BEGIN MATERIAL TO PROCESS
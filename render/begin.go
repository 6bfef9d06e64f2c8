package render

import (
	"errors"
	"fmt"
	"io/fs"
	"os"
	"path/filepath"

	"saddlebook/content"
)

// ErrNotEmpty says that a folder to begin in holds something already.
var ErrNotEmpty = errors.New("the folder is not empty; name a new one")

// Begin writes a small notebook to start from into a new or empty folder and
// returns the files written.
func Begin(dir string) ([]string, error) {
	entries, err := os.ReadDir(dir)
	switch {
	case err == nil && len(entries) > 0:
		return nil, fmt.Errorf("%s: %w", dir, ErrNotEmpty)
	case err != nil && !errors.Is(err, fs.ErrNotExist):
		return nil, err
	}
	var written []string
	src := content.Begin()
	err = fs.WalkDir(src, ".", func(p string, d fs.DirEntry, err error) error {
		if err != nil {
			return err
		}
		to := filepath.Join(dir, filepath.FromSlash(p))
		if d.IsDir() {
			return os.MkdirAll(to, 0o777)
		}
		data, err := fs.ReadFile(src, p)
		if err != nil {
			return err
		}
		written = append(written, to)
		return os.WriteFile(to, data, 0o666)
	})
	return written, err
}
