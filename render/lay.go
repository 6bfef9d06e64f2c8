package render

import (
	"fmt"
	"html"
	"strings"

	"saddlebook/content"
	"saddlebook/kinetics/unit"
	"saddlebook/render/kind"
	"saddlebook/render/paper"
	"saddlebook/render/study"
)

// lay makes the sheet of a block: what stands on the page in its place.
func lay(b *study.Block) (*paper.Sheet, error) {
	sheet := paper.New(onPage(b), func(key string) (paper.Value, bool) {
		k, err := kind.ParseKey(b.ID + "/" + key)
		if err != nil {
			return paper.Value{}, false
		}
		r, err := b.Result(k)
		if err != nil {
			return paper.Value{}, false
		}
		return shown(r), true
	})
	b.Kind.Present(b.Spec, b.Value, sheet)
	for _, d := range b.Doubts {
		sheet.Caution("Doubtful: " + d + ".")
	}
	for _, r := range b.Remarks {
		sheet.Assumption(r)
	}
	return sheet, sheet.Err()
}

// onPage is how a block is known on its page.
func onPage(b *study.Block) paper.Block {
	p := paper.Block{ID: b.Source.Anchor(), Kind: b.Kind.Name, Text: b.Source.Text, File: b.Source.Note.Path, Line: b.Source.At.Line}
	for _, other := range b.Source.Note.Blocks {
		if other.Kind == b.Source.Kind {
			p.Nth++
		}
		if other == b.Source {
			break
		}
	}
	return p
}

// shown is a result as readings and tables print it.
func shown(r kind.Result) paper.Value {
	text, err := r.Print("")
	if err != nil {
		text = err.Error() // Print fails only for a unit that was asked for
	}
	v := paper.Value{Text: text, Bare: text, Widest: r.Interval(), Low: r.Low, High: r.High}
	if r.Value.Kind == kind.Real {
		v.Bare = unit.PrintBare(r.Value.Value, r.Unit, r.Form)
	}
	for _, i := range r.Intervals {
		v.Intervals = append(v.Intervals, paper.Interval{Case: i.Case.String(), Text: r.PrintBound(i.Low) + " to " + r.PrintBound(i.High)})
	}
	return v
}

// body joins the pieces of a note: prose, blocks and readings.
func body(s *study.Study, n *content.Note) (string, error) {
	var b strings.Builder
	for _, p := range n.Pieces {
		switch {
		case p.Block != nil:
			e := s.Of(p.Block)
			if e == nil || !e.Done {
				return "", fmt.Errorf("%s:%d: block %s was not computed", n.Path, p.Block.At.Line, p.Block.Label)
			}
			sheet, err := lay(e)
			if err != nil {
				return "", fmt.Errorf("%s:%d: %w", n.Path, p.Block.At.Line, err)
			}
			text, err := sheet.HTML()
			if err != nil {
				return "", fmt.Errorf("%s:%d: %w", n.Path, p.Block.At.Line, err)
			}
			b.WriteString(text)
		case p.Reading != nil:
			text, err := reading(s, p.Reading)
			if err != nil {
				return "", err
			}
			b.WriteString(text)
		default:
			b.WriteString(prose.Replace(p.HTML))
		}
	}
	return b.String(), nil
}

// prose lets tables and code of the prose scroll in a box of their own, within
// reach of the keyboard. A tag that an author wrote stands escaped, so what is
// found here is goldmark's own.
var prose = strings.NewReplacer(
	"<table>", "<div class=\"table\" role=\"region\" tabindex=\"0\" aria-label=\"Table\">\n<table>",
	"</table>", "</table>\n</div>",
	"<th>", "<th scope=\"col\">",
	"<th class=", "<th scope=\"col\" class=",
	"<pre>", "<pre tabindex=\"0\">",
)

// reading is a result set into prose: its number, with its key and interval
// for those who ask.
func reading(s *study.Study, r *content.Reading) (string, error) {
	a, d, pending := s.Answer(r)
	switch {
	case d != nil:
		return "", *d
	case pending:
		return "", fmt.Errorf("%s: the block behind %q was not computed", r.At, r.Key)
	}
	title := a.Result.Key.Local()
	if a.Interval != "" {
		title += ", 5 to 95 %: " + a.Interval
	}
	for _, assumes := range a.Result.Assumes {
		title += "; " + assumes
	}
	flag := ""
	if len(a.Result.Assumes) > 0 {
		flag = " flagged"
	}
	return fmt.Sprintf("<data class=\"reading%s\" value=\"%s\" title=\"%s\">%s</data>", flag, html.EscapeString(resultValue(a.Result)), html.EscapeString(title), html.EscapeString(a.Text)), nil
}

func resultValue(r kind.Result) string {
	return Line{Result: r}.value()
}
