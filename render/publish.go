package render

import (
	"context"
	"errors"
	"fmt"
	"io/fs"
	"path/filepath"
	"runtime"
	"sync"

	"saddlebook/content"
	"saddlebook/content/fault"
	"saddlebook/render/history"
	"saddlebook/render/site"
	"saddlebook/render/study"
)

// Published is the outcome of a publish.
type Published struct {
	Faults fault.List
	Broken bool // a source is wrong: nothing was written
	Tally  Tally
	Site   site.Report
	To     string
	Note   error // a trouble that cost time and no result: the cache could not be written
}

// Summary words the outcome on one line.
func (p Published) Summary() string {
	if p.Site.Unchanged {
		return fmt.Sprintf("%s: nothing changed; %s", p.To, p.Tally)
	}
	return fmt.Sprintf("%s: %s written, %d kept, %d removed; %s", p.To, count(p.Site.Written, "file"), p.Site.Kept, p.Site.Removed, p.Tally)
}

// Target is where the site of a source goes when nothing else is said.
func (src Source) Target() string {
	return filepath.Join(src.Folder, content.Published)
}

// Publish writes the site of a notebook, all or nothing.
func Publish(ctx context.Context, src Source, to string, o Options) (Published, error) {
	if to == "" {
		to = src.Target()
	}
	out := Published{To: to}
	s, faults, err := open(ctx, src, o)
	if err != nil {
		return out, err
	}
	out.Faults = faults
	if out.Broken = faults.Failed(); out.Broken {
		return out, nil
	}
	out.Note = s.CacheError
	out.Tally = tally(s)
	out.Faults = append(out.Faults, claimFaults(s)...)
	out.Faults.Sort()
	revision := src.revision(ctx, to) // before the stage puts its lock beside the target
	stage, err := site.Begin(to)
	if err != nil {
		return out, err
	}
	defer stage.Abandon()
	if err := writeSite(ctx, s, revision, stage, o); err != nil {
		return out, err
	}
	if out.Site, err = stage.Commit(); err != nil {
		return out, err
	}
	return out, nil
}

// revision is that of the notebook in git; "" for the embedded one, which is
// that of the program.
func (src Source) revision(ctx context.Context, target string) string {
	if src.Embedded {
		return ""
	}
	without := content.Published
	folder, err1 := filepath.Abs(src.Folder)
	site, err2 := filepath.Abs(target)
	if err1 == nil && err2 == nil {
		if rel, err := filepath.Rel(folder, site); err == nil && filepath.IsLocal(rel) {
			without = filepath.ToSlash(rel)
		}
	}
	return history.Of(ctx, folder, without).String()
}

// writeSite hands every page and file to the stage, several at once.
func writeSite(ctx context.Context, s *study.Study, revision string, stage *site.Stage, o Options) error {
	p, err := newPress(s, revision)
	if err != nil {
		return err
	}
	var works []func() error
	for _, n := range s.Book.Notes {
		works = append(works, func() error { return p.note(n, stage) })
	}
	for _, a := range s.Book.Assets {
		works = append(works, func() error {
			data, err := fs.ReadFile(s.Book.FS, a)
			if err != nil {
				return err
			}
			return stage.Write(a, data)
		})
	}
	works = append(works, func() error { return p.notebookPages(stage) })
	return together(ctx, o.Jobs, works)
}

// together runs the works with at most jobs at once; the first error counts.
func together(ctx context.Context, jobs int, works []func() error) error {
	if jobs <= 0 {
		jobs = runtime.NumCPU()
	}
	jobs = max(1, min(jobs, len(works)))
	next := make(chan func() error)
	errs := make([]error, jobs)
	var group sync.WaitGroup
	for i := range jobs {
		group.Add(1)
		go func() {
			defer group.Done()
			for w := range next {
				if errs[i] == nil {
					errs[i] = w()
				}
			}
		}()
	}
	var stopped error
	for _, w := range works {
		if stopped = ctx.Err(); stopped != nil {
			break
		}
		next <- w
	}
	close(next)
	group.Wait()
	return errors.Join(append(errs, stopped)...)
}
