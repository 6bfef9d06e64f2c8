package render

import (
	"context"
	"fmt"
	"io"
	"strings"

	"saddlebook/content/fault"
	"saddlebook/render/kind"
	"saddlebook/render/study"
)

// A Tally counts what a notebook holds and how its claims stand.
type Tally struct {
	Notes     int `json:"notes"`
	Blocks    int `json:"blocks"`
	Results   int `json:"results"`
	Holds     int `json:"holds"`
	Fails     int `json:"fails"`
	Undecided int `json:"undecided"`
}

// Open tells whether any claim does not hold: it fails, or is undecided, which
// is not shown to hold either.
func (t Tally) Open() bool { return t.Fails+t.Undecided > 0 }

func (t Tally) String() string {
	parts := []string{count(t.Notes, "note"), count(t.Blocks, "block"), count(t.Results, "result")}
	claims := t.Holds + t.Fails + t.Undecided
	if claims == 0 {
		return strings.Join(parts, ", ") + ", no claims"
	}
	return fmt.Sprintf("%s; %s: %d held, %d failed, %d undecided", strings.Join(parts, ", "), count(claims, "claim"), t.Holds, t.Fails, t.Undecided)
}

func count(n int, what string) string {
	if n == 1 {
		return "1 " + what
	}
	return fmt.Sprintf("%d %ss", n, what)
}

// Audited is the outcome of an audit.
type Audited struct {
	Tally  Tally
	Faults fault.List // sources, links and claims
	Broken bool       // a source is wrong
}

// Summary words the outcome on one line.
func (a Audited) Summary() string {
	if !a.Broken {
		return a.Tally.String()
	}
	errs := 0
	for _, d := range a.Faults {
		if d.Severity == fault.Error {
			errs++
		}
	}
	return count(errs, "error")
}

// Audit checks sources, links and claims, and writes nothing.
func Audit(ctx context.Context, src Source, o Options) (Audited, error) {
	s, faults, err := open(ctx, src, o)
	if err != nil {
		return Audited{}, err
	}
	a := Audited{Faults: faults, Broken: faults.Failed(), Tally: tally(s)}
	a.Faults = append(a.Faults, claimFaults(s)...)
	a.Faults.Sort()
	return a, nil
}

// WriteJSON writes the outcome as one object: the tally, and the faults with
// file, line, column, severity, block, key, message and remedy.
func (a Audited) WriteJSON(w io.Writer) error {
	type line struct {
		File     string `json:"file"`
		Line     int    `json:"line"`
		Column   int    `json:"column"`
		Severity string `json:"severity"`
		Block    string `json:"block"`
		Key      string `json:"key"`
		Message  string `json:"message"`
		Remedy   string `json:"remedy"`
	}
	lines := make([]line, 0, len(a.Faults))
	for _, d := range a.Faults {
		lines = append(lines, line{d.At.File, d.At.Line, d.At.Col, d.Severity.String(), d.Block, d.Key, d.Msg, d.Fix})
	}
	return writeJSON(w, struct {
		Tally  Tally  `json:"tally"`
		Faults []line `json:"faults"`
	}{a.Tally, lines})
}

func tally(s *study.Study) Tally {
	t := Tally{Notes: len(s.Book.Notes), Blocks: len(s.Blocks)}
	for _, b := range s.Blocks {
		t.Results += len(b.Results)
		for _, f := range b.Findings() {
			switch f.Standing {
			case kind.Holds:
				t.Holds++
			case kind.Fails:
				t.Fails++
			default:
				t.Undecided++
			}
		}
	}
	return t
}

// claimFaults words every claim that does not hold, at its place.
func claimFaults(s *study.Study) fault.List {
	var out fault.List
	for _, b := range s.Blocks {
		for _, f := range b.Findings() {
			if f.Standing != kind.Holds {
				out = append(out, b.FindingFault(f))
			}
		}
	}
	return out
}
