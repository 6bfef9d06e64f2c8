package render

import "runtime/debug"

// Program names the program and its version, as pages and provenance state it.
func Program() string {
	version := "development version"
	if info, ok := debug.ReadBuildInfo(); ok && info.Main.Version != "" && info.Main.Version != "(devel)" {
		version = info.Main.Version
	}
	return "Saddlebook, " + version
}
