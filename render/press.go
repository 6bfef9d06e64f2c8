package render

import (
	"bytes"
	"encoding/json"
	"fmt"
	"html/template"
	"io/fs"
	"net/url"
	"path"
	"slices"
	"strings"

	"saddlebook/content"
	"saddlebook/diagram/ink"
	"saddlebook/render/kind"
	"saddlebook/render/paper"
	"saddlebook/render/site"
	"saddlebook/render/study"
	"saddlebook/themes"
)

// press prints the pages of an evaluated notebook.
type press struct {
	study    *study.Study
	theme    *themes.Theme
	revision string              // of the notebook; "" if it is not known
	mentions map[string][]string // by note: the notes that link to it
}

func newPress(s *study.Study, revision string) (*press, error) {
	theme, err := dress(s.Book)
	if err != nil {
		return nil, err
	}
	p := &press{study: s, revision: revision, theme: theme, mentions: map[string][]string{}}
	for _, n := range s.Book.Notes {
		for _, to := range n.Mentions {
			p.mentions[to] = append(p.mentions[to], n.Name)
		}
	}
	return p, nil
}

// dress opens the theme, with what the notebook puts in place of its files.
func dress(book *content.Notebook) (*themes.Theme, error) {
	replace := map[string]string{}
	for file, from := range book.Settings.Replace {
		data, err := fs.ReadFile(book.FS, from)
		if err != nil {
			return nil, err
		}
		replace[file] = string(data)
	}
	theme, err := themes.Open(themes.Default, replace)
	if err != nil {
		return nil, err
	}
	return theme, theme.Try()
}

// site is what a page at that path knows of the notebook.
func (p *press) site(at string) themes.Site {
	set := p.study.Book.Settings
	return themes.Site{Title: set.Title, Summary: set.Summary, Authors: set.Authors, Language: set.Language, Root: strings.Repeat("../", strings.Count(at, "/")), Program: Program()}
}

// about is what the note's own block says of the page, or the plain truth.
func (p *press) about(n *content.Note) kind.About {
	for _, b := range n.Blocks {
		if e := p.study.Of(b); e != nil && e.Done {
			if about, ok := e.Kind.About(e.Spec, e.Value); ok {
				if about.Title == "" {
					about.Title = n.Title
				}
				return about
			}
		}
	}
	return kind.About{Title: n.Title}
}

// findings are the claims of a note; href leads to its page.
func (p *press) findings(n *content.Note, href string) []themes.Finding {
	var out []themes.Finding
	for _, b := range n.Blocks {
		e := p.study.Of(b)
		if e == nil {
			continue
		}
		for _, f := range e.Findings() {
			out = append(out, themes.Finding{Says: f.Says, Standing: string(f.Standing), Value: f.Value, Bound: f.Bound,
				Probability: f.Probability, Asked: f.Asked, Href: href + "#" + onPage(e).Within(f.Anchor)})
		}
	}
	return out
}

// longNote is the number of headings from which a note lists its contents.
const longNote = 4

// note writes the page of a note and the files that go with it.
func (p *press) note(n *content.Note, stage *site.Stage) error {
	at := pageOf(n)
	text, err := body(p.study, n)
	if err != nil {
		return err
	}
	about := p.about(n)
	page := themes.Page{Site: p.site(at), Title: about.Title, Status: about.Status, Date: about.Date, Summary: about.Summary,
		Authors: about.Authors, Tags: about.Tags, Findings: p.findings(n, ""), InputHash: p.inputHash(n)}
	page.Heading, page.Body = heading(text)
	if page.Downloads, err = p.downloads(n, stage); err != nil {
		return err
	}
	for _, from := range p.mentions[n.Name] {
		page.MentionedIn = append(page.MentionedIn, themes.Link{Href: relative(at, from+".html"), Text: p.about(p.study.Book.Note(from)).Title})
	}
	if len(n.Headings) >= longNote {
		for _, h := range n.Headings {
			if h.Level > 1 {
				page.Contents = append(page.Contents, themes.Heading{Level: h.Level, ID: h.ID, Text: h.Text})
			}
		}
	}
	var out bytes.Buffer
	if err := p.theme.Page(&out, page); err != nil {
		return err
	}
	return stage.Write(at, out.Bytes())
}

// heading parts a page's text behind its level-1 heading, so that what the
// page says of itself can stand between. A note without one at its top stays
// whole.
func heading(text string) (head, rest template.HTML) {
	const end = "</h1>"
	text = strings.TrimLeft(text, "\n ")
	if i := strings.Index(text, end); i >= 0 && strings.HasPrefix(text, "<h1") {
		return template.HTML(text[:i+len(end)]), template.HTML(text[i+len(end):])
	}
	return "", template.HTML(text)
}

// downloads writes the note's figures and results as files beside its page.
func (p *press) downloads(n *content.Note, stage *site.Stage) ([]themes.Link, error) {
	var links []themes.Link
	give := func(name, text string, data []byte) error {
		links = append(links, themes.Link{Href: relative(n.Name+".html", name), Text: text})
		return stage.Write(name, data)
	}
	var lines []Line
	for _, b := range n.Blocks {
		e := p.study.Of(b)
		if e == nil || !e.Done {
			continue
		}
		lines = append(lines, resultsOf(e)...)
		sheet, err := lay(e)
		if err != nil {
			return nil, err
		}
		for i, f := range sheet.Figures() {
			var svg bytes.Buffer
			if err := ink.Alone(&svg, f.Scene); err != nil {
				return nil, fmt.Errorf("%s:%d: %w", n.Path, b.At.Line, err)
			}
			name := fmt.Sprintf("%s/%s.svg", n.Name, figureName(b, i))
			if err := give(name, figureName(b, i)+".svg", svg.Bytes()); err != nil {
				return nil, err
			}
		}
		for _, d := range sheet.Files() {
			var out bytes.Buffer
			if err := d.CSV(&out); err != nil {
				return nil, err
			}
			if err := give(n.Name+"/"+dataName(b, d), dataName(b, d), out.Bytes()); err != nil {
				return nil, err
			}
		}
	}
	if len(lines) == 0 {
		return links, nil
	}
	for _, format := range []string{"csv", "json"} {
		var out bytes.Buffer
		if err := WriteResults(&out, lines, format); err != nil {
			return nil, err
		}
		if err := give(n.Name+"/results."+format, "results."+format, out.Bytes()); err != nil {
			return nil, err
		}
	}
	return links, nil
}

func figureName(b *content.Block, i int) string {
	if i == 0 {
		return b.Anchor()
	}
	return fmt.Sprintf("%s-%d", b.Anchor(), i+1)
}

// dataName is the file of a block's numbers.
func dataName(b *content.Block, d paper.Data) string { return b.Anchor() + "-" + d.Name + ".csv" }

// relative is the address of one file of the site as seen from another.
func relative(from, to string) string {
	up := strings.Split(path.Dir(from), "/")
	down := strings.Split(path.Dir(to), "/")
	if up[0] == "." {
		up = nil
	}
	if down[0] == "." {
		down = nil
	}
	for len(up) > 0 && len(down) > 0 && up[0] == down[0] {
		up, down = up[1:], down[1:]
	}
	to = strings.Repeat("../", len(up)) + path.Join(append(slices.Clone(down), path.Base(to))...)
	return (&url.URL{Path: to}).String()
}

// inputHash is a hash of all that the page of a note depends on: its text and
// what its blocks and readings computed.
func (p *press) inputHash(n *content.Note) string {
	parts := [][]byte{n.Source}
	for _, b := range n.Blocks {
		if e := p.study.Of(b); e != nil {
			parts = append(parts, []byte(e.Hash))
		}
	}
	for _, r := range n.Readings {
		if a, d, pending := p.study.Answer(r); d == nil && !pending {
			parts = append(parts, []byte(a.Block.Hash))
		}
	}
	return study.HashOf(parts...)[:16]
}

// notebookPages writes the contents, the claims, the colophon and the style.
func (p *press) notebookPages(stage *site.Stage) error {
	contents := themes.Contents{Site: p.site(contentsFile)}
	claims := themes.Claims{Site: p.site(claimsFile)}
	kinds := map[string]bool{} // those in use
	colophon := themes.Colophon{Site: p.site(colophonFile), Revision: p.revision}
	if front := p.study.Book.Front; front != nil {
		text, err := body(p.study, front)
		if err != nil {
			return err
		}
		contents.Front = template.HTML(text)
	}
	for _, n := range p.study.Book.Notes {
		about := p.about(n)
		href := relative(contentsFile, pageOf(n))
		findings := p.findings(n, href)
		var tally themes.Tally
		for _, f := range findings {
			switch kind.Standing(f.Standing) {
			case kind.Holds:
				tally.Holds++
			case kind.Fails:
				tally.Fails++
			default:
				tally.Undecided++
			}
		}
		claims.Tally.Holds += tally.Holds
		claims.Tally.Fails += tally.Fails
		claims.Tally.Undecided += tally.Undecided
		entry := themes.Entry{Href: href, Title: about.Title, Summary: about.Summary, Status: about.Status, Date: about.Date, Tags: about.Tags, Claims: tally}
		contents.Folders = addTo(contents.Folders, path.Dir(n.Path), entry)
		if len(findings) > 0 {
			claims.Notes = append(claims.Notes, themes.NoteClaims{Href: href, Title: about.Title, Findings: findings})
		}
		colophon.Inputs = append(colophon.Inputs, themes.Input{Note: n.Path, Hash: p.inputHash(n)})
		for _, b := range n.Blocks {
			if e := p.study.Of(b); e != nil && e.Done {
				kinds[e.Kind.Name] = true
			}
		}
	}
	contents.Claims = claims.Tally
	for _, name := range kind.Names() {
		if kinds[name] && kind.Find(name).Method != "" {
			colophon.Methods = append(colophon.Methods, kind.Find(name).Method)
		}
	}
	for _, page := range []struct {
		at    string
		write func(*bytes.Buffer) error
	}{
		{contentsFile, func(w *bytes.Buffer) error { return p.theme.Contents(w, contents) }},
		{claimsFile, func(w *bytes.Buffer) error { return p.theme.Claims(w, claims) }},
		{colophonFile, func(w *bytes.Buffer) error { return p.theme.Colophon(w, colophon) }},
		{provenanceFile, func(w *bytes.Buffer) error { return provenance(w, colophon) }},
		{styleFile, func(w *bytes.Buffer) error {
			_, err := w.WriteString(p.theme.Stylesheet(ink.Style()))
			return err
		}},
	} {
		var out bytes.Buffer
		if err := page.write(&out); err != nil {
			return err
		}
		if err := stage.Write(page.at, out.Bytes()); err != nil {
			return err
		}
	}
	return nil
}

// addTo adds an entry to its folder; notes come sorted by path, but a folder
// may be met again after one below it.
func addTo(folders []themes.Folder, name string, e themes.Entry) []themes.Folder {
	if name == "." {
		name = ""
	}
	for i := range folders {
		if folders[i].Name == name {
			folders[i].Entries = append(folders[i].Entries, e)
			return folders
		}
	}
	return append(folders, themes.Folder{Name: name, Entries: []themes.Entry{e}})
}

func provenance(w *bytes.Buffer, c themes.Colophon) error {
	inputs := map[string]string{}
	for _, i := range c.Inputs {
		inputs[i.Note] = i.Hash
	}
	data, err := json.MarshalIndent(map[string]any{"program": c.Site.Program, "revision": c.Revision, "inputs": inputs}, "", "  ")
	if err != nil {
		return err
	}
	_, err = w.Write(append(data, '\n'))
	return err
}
END MATERIAL TO PROCESS
- _ACTIVITY_
Copy every line of the material above in which the word "pageOf" appears.

- _TASK RESULT_
	at := pageOf(n)
		href := relative(contentsFile, pageOf(n))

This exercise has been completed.